Trump’s executive order called for the creation of a statuary park to honor historically significant Americans. The park, first announced during a 2020 Mount Rushmore speech by Trump, was set to open on July 4, 2026, the 250th anniversary of the proclamation of the Declaration of Independence.
Biden revoked the order establishing the park along with several other of his predecessor’s executive orders, including one that enacted stricter penalties for defacing historical monuments and another that made it easier to sue social media companies.
The 240 statues chosen for inclusion in the park were picked by the Trump-appointed Interagency Task Force for Building and Rebuilding Monuments to American Heroes.

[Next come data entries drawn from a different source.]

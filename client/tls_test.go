package client

import (
	"context"
	"crypto/ecdsa"
	"crypto/elliptic"
	"crypto/rand"
	"crypto/tls"
	"crypto/x509"
	"crypto/x509/pkix"
	"encoding/pem"
	"errors"
	"math/big"
	"net"
	"os"
	"path/filepath"
	"testing"
	"time"

	"google.golang.org/grpc"
	"google.golang.org/grpc/codes"
	"google.golang.org/grpc/credentials"

	pb "tautline/proto/tautline/v1"
)

// testPKI writes a CA, a server certificate for 127.0.0.1 and a client
// certificate (all invented, made here) as PEM files in dir.
func testPKI(t *testing.T, dir string) (caPool *x509.CertPool, server tls.Certificate) {
	t.Helper()
	newKey := func() *ecdsa.PrivateKey {
		k, err := ecdsa.GenerateKey(elliptic.P256(), rand.Reader)
		if err != nil {
			t.Fatal(err)
		}
		return k
	}
	write := func(name, typ string, der []byte) {
		if err := os.WriteFile(filepath.Join(dir, name), pem.EncodeToMemory(&pem.Block{Type: typ, Bytes: der}), 0o600); err != nil {
			t.Fatal(err)
		}
	}
	now := time.Now()
	caKey := newKey()
	caTmpl := &x509.Certificate{SerialNumber: big.NewInt(1), Subject: pkix.Name{CommonName: "test CA"}, NotBefore: now.Add(-time.Hour), NotAfter: now.Add(time.Hour),
		IsCA: true, BasicConstraintsValid: true, KeyUsage: x509.KeyUsageCertSign}
	caDER, err := x509.CreateCertificate(rand.Reader, caTmpl, caTmpl, &caKey.PublicKey, caKey)
	if err != nil {
		t.Fatal(err)
	}
	ca, _ := x509.ParseCertificate(caDER)
	write("ca.pem", "CERTIFICATE", caDER)
	issue := func(serial int64, usage x509.ExtKeyUsage, certFile, keyFile string) tls.Certificate {
		k := newKey()
		tmpl := &x509.Certificate{SerialNumber: big.NewInt(serial), Subject: pkix.Name{CommonName: certFile}, NotBefore: now.Add(-time.Hour), NotAfter: now.Add(time.Hour),
			ExtKeyUsage: []x509.ExtKeyUsage{usage}, KeyUsage: x509.KeyUsageDigitalSignature, IPAddresses: []net.IP{net.IPv4(127, 0, 0, 1)}}
		der, err := x509.CreateCertificate(rand.Reader, tmpl, ca, &k.PublicKey, caKey)
		if err != nil {
			t.Fatal(err)
		}
		kder, _ := x509.MarshalECPrivateKey(k)
		write(certFile, "CERTIFICATE", der)
		write(keyFile, "EC PRIVATE KEY", kder)
		return tls.Certificate{Certificate: [][]byte{der}, PrivateKey: k}
	}
	server = issue(2, x509.ExtKeyUsageServerAuth, "server.pem", "server.key")
	issue(3, x509.ExtKeyUsageClientAuth, "client.pem", "client.key")
	caPool = x509.NewCertPool()
	caPool.AddCert(ca)
	return caPool, server
}

// A daemon that requires client certificates is reached with DialSettings;
// without a client certificate the call fails.
func TestDialWithTLSClientCertificates(t *testing.T) {
	dir := t.TempDir()
	pool, serverCert := testPKI(t, dir)
	lis, err := net.Listen("tcp", "127.0.0.1:0")
	if err != nil {
		t.Fatal(err)
	}
	srv := grpc.NewServer(grpc.Creds(credentials.NewTLS(&tls.Config{
		Certificates: []tls.Certificate{serverCert}, ClientAuth: tls.RequireAndVerifyClientCert, ClientCAs: pool, MinVersion: tls.VersionTLS13,
	})))
	pb.RegisterCellControlServer(srv, &refusingDaemon{code: codes.NotFound})
	go srv.Serve(lis)
	defer srv.Stop()

	f := func(name string) string { return filepath.Join(dir, name) }
	c, err := Dial(lis.Addr().String(), DialSettings{CAFile: f("ca.pem"), CertFile: f("client.pem"), KeyFile: f("client.key")})
	if err != nil {
		t.Fatal(err)
	}
	defer c.Close()
	// The fake daemon refuses with NOT_FOUND: reaching it is the point.
	if _, err := c.ArmCue(context.Background(), "cell", "show"); !errors.Is(err, ErrNotFound) {
		t.Errorf("with a client certificate: got %v, want the daemon's ErrNotFound", err)
	}

	anon, err := Dial(lis.Addr().String(), DialSettings{CAFile: f("ca.pem")})
	if err != nil {
		t.Fatal(err)
	}
	defer anon.Close()
	if _, err := anon.ArmCue(context.Background(), "cell", "show"); err == nil || errors.Is(err, ErrNotFound) {
		t.Errorf("without a client certificate: got %v, want the handshake refused", err)
	}

	for _, bad := range []DialSettings{
		{CAFile: f("missing.pem")},
		{CAFile: f("client.key")}, // not a certificate
		{CAFile: f("ca.pem"), CertFile: f("client.pem")},
	} {
		if _, err := Dial(lis.Addr().String(), bad); err == nil {
			t.Errorf("Dial accepted %+v", bad)
		}
	}
}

Alabamians on the list were:
- Singer Nat King Cole, a native of Montgomery.
- Writer and activist Helen Keller of Tuscumbia.

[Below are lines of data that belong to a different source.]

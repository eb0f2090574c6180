// Package client is the Go client of the tautline API and the home of the
// tautline command (client/cmd/tautline): check, sim, replay, fit, report,
// watch and demo.
//
// client imports proto, and sim and mpc for the simulated cell, fitting and
// reports.
package client
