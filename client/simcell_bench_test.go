package client

import (
	"context"
	"net"
	"os"
	"testing"

	"tautline/mpc"
	"tautline/server"
	"tautline/sim"
)

// BenchmarkSimCellRoundTrip runs the demo cue closed-loop with the
// standard mismatch profile against an in-process daemon over loopback
// gRPC, paced at the tick rate as a cell would, and reports the
// controller's round trip (observation sent to command received) and the
// daemon's own solve time per tick. Quote the machine with the figures.
func BenchmarkSimCellRoundTrip(b *testing.B) {
	const dir = "../testdata/demo/"
	cell, err := sim.LoadCell(dir+"cell.json", os.ReadFile)
	if err != nil {
		b.Fatal(err)
	}
	csv, err := os.ReadFile(dir + "cue.csv")
	if err != nil {
		b.Fatal(err)
	}
	cue, err := mpc.ParseCue("cue.csv", csv, mpc.CueJointsOf(cell), mpc.CueSettings{TickS: cell.TickS})
	if err != nil {
		b.Fatal(err)
	}
	pdata, err := os.ReadFile(dir + "standard.mismatch.json")
	if err != nil {
		b.Fatal(err)
	}
	prof, err := sim.ParseMismatch("standard.mismatch.json", pdata)
	if err != nil {
		b.Fatal(err)
	}
	b.ReportAllocs()
	var rtt, solve []float64
	for i := 0; i < b.N; i++ {
		cfg := server.DefaultConfig()
		cfg.Cells = []string{dir + "cell.json"}
		cfg.CaptureDir = b.TempDir()
		lis, err := net.Listen("tcp", "127.0.0.1:0")
		if err != nil {
			b.Fatal(err)
		}
		cfg.Listen = lis.Addr().String()
		srv, err := server.New(cfg, nil)
		if err != nil {
			b.Fatal(err)
		}
		go srv.Serve(lis)
		c, err := Dial(cfg.Listen, DialSettings{})
		if err != nil {
			b.Fatal(err)
		}
		res, err := RunSimCell(context.Background(), c, SimSettings{Cell: cell, Cue: cue, CueCSV: csv, Profile: prof})
		if err != nil {
			b.Fatal(err)
		}
		c.Close()
		srv.Shutdown(context.Background())
		rtt = append(rtt, res.RoundTripS...)
		for _, us := range res.SolveUs {
			solve = append(solve, float64(us)*1e-6)
		}
	}
	r, s := SpreadOf(rtt, 1e3), SpreadOf(solve, 1e3)
	b.ReportMetric(r.P50, "rtt-p50-ms")
	b.ReportMetric(r.P99, "rtt-p99-ms")
	b.ReportMetric(s.P50, "solve-p50-ms")
	b.ReportMetric(s.P99, "solve-p99-ms")
	b.ReportMetric(float64(len(rtt))/float64(b.N), "ticks/op")
}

- Monroeville’s Harper Lee, author of “To Kill a Mockingbird.”
- Four-time Olympic gold medalist Jesse Owens of Oakville.
- Coretta Scott King of Marion, activist, writer and the wife of the Nobel Peace Prize winner Rev. Martin Luther King.
- Rosa Parks of Tuskegee, the activist best known for her role in the Montgomery Bus Boycott.
Also included were several who figured in Alabama history, such as the Rev. Martin Luther King Jr., who pastored Montgomery’s Dexter Ave. Baptist Church, scientist George Washington Carver, Booker T. Washington, the founder of the Tuskegee Institute, and Desmond Doss, Medal of Honor recipient who died in Piedmont.